-- SOURCE MATERIAL follows --

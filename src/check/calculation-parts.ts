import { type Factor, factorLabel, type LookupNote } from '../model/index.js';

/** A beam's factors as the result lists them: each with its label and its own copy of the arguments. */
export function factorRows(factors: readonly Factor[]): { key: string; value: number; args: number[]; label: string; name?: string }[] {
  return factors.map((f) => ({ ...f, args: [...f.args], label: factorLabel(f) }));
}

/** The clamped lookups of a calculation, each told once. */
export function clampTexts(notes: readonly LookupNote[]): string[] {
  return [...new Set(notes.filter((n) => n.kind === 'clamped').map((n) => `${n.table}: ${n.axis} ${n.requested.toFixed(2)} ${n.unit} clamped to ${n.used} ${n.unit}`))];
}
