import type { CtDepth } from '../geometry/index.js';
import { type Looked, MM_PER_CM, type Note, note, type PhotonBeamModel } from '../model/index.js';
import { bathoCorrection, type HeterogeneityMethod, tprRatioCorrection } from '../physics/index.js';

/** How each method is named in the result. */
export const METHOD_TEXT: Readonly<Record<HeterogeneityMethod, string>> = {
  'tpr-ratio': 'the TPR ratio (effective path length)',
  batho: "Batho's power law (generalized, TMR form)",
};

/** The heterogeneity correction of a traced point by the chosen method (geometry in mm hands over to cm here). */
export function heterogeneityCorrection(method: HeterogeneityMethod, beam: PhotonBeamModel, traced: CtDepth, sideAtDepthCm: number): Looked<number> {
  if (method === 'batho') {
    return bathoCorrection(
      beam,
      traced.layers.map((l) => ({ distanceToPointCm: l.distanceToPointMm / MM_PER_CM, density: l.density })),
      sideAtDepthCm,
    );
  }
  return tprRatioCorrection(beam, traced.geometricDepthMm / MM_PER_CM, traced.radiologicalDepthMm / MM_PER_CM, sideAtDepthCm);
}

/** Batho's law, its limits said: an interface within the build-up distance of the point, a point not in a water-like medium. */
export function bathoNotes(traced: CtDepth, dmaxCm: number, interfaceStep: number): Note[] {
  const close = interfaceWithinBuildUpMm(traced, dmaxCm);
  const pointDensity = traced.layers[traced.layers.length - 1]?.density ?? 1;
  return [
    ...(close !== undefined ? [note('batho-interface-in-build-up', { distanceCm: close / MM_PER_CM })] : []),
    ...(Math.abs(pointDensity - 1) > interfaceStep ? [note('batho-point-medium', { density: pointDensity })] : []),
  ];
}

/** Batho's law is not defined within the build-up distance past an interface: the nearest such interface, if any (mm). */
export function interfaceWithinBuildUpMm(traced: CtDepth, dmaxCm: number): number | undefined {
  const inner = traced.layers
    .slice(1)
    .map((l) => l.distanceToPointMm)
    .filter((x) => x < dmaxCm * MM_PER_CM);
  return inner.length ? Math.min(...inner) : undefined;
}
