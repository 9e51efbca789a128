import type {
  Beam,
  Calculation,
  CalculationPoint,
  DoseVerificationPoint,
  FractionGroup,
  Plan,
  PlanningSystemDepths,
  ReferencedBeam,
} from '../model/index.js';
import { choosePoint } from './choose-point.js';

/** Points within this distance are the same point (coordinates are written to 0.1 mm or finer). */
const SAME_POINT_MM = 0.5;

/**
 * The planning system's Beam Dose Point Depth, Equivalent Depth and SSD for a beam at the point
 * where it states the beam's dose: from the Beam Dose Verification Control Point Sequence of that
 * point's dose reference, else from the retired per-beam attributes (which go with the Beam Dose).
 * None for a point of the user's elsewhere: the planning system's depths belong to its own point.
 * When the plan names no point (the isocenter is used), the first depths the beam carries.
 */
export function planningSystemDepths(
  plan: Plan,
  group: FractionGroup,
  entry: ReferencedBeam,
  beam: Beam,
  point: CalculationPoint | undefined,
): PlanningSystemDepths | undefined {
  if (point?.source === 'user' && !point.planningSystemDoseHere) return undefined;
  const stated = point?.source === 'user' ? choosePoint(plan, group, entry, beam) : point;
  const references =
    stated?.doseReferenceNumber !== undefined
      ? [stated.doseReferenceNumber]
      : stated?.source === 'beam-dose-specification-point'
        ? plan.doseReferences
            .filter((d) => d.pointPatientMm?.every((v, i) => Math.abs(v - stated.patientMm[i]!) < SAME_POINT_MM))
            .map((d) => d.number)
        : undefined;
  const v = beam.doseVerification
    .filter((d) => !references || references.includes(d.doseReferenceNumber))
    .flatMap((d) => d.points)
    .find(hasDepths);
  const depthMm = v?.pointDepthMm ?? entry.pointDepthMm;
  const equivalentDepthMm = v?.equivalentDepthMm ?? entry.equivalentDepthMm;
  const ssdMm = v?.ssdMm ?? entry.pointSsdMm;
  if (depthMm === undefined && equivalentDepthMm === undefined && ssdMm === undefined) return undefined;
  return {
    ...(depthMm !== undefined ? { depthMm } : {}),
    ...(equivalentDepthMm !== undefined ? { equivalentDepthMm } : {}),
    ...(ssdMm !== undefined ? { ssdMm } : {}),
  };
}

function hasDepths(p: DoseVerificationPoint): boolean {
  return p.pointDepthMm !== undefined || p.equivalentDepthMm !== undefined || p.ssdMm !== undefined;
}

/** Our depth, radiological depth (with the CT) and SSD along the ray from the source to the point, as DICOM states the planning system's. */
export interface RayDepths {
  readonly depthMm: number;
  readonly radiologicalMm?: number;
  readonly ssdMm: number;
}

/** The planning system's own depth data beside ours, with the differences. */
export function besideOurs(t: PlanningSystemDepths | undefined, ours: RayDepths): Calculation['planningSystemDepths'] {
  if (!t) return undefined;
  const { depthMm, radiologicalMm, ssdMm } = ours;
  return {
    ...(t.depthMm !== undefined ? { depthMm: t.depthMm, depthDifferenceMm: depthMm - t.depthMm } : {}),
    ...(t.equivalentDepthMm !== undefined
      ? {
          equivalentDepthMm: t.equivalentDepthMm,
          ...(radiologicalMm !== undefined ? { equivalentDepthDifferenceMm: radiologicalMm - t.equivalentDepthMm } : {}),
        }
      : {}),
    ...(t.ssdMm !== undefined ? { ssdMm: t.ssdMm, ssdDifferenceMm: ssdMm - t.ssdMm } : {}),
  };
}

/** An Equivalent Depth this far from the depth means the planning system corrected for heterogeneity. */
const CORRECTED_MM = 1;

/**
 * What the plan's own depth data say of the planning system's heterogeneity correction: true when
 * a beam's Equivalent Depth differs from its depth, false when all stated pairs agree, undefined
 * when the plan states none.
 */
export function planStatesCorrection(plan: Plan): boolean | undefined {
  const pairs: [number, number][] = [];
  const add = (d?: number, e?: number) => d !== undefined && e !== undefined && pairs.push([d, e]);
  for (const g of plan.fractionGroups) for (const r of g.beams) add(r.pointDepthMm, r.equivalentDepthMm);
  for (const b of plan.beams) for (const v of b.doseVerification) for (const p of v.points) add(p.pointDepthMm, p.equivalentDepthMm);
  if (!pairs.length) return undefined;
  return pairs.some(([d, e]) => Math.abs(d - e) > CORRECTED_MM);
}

-- SOURCE MATERIAL concluded --

TASK TO CARRY OUT: Check each line above for "sideAtDepthCm" and return the ones that have it.

RESULT OF THIS TASK:
export function heterogeneityCorrection(method: HeterogeneityMethod, beam: PhotonBeamModel, traced: CtDepth, sideAtDepthCm: number): Looked<number> {
      sideAtDepthCm,
  return tprRatioCorrection(beam, traced.geometricDepthMm / MM_PER_CM, traced.radiologicalDepthMm / MM_PER_CM, sideAtDepthCm);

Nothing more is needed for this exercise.